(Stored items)
* * * * * * *

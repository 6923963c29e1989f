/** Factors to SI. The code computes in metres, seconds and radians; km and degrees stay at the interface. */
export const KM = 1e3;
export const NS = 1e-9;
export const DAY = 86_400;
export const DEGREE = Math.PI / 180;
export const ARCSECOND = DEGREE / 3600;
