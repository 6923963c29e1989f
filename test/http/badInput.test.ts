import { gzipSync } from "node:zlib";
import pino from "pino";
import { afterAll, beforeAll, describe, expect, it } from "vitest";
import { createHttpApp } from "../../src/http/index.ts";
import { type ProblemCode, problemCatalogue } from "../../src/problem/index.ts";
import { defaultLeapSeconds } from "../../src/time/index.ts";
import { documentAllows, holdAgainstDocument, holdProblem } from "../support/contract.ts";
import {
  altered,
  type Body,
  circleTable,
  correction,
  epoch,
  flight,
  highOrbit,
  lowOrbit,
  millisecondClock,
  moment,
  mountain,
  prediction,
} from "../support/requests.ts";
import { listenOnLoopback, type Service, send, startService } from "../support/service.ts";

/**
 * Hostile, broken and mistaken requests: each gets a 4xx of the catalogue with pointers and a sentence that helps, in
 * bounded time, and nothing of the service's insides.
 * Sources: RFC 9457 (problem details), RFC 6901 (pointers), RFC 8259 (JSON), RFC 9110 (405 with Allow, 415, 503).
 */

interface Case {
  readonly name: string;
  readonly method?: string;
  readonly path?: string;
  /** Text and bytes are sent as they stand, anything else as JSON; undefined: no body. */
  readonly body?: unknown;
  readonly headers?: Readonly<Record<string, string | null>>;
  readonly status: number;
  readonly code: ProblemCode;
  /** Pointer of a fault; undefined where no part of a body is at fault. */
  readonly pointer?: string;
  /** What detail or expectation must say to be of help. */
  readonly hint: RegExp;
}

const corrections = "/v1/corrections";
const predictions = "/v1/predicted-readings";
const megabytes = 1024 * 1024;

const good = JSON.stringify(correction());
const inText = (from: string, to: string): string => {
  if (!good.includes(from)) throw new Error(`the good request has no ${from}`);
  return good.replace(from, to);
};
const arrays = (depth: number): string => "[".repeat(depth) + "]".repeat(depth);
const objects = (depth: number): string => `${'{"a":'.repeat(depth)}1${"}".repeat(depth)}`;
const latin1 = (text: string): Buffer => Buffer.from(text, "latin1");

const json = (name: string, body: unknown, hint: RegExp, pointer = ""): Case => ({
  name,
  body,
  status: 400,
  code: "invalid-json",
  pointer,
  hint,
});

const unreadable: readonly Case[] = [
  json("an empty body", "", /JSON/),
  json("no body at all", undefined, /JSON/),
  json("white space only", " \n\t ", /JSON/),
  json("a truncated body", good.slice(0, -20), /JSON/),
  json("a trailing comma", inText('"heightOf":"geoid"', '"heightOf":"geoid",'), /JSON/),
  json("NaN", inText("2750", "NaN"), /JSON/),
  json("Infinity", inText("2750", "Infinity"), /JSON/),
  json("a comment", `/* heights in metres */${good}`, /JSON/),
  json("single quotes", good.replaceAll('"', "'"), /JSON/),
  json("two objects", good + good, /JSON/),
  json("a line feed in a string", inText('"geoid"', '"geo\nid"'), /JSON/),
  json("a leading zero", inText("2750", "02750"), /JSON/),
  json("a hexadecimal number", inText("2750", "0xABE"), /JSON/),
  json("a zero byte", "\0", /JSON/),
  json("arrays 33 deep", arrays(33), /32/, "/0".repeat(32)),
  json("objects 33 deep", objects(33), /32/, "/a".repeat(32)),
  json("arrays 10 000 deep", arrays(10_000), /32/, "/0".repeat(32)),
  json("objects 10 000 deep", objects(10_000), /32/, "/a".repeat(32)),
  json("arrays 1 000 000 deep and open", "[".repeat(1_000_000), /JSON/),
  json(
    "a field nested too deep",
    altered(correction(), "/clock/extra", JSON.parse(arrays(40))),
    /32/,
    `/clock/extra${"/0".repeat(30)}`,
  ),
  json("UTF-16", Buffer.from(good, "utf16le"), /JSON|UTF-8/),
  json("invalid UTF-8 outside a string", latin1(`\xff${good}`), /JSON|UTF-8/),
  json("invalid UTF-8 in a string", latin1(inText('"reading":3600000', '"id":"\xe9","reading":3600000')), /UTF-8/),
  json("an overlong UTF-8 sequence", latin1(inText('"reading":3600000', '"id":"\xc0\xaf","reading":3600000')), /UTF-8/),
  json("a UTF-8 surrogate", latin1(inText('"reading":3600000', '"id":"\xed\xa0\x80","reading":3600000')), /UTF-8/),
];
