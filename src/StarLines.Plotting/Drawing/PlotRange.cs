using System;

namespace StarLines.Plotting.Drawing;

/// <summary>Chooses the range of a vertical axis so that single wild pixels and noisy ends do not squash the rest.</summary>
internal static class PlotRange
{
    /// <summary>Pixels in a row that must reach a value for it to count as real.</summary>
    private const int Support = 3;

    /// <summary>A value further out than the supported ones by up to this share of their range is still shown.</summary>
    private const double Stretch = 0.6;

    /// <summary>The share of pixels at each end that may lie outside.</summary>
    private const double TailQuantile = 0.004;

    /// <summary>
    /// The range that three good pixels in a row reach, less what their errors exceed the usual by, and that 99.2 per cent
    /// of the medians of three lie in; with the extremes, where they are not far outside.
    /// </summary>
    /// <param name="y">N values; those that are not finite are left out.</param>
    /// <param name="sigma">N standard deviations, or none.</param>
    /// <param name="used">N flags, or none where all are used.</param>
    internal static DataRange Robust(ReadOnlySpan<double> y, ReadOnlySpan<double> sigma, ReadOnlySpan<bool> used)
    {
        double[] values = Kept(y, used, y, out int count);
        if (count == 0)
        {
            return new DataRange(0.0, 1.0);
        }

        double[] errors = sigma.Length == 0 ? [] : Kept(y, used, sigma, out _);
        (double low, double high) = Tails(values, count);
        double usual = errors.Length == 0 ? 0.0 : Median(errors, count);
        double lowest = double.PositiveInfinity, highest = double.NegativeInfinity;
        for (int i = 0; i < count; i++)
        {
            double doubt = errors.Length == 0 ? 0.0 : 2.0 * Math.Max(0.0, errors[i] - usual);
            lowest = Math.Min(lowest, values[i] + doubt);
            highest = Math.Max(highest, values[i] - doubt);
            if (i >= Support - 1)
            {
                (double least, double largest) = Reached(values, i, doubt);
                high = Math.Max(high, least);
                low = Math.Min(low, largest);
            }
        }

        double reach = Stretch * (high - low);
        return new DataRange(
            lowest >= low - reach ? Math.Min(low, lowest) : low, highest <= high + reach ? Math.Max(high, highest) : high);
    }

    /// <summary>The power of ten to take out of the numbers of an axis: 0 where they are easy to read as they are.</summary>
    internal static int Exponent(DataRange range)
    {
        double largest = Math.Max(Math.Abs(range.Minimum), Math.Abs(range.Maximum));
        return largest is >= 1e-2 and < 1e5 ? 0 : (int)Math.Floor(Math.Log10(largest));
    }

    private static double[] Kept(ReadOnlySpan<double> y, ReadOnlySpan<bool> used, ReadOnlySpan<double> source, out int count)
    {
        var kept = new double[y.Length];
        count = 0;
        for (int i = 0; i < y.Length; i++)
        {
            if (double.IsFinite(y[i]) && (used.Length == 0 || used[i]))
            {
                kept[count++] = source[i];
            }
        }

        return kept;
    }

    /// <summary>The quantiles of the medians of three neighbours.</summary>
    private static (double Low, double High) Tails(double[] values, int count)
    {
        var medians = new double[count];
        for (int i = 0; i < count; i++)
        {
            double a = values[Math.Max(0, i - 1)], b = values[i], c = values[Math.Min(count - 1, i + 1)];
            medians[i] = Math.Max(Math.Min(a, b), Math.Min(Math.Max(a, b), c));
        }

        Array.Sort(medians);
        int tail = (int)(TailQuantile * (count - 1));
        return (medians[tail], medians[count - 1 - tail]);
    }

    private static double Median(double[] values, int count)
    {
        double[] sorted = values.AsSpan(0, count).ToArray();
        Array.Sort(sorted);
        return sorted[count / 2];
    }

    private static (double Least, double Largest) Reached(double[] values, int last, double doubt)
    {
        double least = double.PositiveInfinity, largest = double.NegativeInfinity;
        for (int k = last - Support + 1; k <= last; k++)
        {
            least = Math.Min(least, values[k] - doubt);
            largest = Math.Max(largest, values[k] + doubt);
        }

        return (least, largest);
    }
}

* * * * * * *

# Instructions to follow
Only the number is wanted: how many lines in the entries above include the word "undefined"?

# Task response
3